An Old Friend, or how I forgot how to love

Another old memory, for old time’s sake.


So what do we do now? she asks me, as all the world crumbles into a single point right beyond the dashboard. It’s a Saturday night, and we’re sitting in her car in the middle of a church parking lot. We’ve come here tonight to talk about the end. We’re seventeen. This is the last time we meet.

The first words out of her mouth: We’re just friends, okay?

Ah.

This again.

The funniest thing is, we’ve been through this before.  Both of us already know how this is going to end.

We were doomed from the start.

We’re fifteen. This is the first time we meet. Her name’s Tamara. She’s a photographer; she’s gorgeous. Tolstoy’s prophecy in the flesh. Meeting her’s like coming home after a long trip: in her, every warm comfort and gentle solace, the only bulwark from an ocean of grief and madness. I fall in love for the second time in my life – my heart in revolt. This is the girl, I tell everyone. She’s the one.

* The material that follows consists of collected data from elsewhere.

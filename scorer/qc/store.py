"""The nightly results database: :class:`Store` (one object, each method one transaction) and :func:`open_store`.

A SQLite file by default, PostgreSQL (or any SQLAlchemy URL) otherwise (:mod:`scorer.qc.engine`).
The schema is created on first use and migrated by Alembic (:mod:`scorer.qc.schema`); a database written
by a later Limen, or of another kind, is refused.
The store's operations live in one module per concern, mixed into :class:`Store`:
:mod:`~scorer.qc.tables` (the models), :mod:`~scorer.qc.intake` (file cache, new images,
quarantine), :mod:`~scorer.qc.claims` (the claim protocol), :mod:`~scorer.qc.results` (writing
a scored session), :mod:`~scorer.qc.baselines` and :mod:`~scorer.qc.queries` (reading results).

Concurrency and crashes
-----------------------
* An image is identified by the SHA-256 of its file (unique column): a renamed copy is the same
  image, and two runs inserting the same image meet on the unique constraint.
* A session is *claimed* in one transaction: a session row is inserted with a random claim
  token, and its images are bound to it with ``UPDATE … SET session_id = :new WHERE sha256 IN
  (…) AND session_id IS NULL``.  Unless every image was still free the transaction is rolled
  back.  The update is a compare-and-set on rows the database locks, so two runs can never
  bind one image to two sessions (PostgreSQL re-checks the condition after the other
  transaction commits; SQLite serialises write transactions, begun here with BEGIN IMMEDIATE).
* The scored session (thresholds, responses, registrations, baseline, alerts) is written in one
  transaction that first moves the session from ``claimed`` to ``scored`` *with the same token*;
  a run that lost its claim writes nothing.
* A claim whose holder died (same host, process gone) or whose lease has run out is taken over
  by the next run, again by compare-and-set on the token.  Nothing is written outside these
  transactions, so a run killed at any point leaves either the claim (taken over later) or the
  whole session.
"""

from __future__ import annotations

import os
import socket
from contextlib import contextmanager

from sqlalchemy import insert
from sqlalchemy.exc import SQLAlchemyError
from sqlalchemy.orm import Session

from scorer.errors import LimenError
from scorer.qc.alerting import AlertOps
from scorer.qc.baselines import BaselineOps
from scorer.qc.claims import ClaimOps
from scorer.qc.engine import display_url, make_engine
from scorer.qc.intake import IntakeOps
from scorer.qc.missing import MissingOps
from scorer.qc.outbox import OutboxOps
from scorer.qc.queries import QueryOps
from scorer.qc.releases import ReleaseOps
from scorer.qc.results import ResultOps
from scorer.qc.schema import ensure_schema
from scorer.qc.tables import MetaRow


def open_store(url: str, *, create: bool = True) -> Store:
    """Connect, check that it is a nightly database, create (``create=True``) or migrate its schema.

    ``create=False`` is for the commands that only read or adjust results (``trend``, ``baseline``): a missing
    or empty database is then refused instead of made.  Raises LimenError (one line, password hidden) when the
    database cannot be reached, is of another kind, or was written by a later version of Limen.
    """
    engine = make_engine(url, create=create)
    try:
        ensure_schema(engine, url, create=create)
    except LimenError:
        engine.dispose()
        raise
    return Store(engine, url)


class Store(IntakeOps, ClaimOps, ResultOps, BaselineOps, AlertOps, MissingOps, OutboxOps, ReleaseOps, QueryOps):
    """One nightly database.  Open with :func:`open_store`; methods each run their own transaction."""

    def __init__(self, engine, url: str) -> None:
        self.engine = engine
        self.url = url
        self.is_sqlite = engine.dialect.name == "sqlite"
        self.host = socket.gethostname()
        self.pid = os.getpid()

    # ---------------------------------------------------------------- transactions
    @contextmanager
    def transaction(self):
        """A Session in one transaction: committed on success, rolled back on any error."""
        try:
            with Session(self.engine, expire_on_commit=False) as s, s.begin():
                yield s
        except SQLAlchemyError as exc:
            raise LimenError(
                f"database error: {' '.join(str(exc.orig or exc).split())[:300]}", display_url(self.url)
            ) from None

    def _dialect_insert(self, table):
        """The database's own INSERT construct (with ON CONFLICT clauses) for SQLite and PostgreSQL."""
        if self.is_sqlite:
            from sqlalchemy.dialects.sqlite import insert as dialect_insert
        else:
            from sqlalchemy.dialects.postgresql import insert as dialect_insert
        return dialect_insert(table)

    def _insert(self, table):
        """INSERT … ON CONFLICT DO NOTHING in the database's own dialect."""
        if not (self.is_sqlite or self.engine.dialect.name == "postgresql"):  # pragma: no cover - plain insert
            return insert(table)
        return self._dialect_insert(table).on_conflict_do_nothing()

    def _insert_many(self, s: Session, table, columns: dict[str, list]) -> None:
        """Insert many rows given as equal-length column lists through the driver's own executemany.

        The ORM and Core paths build a parameter dictionary per row, which for the ~350 responses of
        each image cost more than the scoring budget allows (issue 13: database time under 5 % of
        scoring time); one prepared statement with plain tuples does the same insert in a fraction.
        """
        names = list(columns)
        rows = list(zip(*(columns[c] for c in names)))
        if not rows:
            return
        mark = "?" if self.engine.dialect.paramstyle == "qmark" else "%s"
        sql = f"INSERT INTO {table.name} ({', '.join(names)}) VALUES ({', '.join([mark] * len(names))})"
        s.connection().exec_driver_sql(sql, rows)

    def close(self) -> None:
        self.engine.dispose()

    # ---------------------------------------------------------------- schema
    def schema_version(self) -> int:
        with self.transaction() as s:
            row = s.get(MetaRow, "schema_version")
            return int(row.value) if row else 0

But on paper, it’s just another teenage fling – complete with awkward fumblings, flitting almost-glances, and embarrassed half-smiles. We watch some movies; we talk about things that don’t matter. We last about as long as the average shelf life of high-school romances permits. And then we break up.

Just friends.

The end.

What happens now? she asks again, tearfully.

Oh, Tammy. My love.

I can’t help but reach over to brush her hair from her eyes. She leans into me and falls into my arms. I have no choice but to catch her. I’m trapped.

What do I do?

Everybody tells me we’re destined to fail. My mother tells me I’m too young to know what love is. My best friend tells me that what’s failed before will only fail again. Another friend tells me to just dump the heartless bitch for good. Tammy herself tells me that we’ve tried it before, and look how that turned out. They’re all right, of course.

I should just walk away.

I should just give up, push her away. Take off my seatbelt, get out. Slam the car door in her face. Walk as far as possible, don’t look back. Forget her.

I should – but I can’t.

What does it mean to fight against fate? To stare inevitable defeat in the eye and say, NO? Some act of titanium-willed resolve, perhaps? A steely-eyed martyr with an unflinching gaze professing his faith before a firing squad?

But I am no holy warrior. I am dying for no cause. I’m just a kid wanting to love again but still too scared of getting hurt.

Oh, my sweet love. At last. My hope.

What do I do? If I fail you again –

We can’t keep dragging on, she says. We’re never going to work out. I need to do this before we repeat the same mistake. Before we mess up again. She tries to hold my eye, but her gaze falters. You know this needs to happen, she whispers. But her voice betrays her. She speaks of resolution, but she’s just as confused. Just as terrified.

She has no idea what she’s doing either.

A long silence follows. We came here tonight to make a decision, but we don’t speak with the confidence of people offering ultimatums. We speak with the fear of two stupid kids paralyzed by uncertainty, flinching before the firing squad, too weak to declare our faith. It will be the death of us.

The things I have to tell her. The things I hope she’ll hear. There are so many –

We’ll never be together, everyone said – and they’re right. And suddenly, I realize.

So what if they’re right?

Who cares?

She starts to ask again, but I hold my finger to her lips.

Shh.

I take her hand. I hold her close. We hang on to each other for dear life, and we wait for the enemy guns to cut us to ribbons.